■ Your goal:
Go through the records and copy each line where the string "window" occurs.

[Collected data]
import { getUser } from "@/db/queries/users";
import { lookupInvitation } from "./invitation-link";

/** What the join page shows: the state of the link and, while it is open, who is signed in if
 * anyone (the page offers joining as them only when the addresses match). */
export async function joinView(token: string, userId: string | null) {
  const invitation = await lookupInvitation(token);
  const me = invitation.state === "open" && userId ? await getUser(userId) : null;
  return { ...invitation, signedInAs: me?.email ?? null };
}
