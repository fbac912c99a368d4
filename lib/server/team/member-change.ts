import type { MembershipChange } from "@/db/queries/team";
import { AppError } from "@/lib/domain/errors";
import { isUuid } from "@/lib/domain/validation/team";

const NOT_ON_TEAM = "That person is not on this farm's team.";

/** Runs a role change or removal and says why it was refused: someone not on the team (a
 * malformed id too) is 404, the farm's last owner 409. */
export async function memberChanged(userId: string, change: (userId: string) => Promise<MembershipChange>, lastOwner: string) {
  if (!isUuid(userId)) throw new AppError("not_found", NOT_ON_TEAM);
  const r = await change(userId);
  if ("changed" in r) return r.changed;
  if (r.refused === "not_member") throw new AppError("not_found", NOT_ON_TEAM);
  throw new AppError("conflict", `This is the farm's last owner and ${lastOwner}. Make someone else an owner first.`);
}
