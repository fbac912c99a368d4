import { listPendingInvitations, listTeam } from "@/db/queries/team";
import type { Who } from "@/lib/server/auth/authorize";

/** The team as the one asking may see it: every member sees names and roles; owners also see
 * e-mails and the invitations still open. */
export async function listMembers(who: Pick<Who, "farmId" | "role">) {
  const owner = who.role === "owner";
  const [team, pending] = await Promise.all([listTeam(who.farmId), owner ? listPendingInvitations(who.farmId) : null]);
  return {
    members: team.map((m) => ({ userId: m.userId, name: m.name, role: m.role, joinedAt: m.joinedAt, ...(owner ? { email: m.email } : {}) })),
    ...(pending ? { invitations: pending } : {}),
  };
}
* * *
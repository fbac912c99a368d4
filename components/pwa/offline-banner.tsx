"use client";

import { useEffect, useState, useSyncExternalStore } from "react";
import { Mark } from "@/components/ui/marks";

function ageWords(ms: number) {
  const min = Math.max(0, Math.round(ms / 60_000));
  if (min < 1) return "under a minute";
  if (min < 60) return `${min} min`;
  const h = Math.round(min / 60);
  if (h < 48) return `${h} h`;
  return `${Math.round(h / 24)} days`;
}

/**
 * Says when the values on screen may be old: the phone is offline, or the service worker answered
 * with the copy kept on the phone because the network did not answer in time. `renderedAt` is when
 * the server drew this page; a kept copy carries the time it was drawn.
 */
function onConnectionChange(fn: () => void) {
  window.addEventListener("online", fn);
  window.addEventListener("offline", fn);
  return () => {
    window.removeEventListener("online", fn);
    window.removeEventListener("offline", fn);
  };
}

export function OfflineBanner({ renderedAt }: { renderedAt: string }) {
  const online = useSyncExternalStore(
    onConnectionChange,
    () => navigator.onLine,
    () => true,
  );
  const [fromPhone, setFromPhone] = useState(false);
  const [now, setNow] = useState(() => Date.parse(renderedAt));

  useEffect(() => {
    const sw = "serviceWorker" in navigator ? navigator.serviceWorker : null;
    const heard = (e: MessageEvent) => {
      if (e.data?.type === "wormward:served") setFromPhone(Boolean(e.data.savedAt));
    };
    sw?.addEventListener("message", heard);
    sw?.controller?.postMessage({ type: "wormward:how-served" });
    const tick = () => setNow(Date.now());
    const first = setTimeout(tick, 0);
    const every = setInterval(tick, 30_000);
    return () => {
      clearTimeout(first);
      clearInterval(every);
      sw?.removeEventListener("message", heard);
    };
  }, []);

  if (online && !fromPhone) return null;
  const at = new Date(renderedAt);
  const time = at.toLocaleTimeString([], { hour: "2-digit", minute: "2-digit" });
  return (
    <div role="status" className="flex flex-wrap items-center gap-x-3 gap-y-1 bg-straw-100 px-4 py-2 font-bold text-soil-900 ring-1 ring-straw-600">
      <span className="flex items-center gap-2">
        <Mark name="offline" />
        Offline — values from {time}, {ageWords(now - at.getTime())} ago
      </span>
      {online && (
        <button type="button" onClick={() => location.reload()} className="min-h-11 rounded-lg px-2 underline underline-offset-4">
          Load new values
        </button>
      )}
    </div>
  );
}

■ Solution:
  window.addEventListener("online", fn);
  window.addEventListener("offline", fn);
    window.removeEventListener("online", fn);
    window.removeEventListener("offline", fn);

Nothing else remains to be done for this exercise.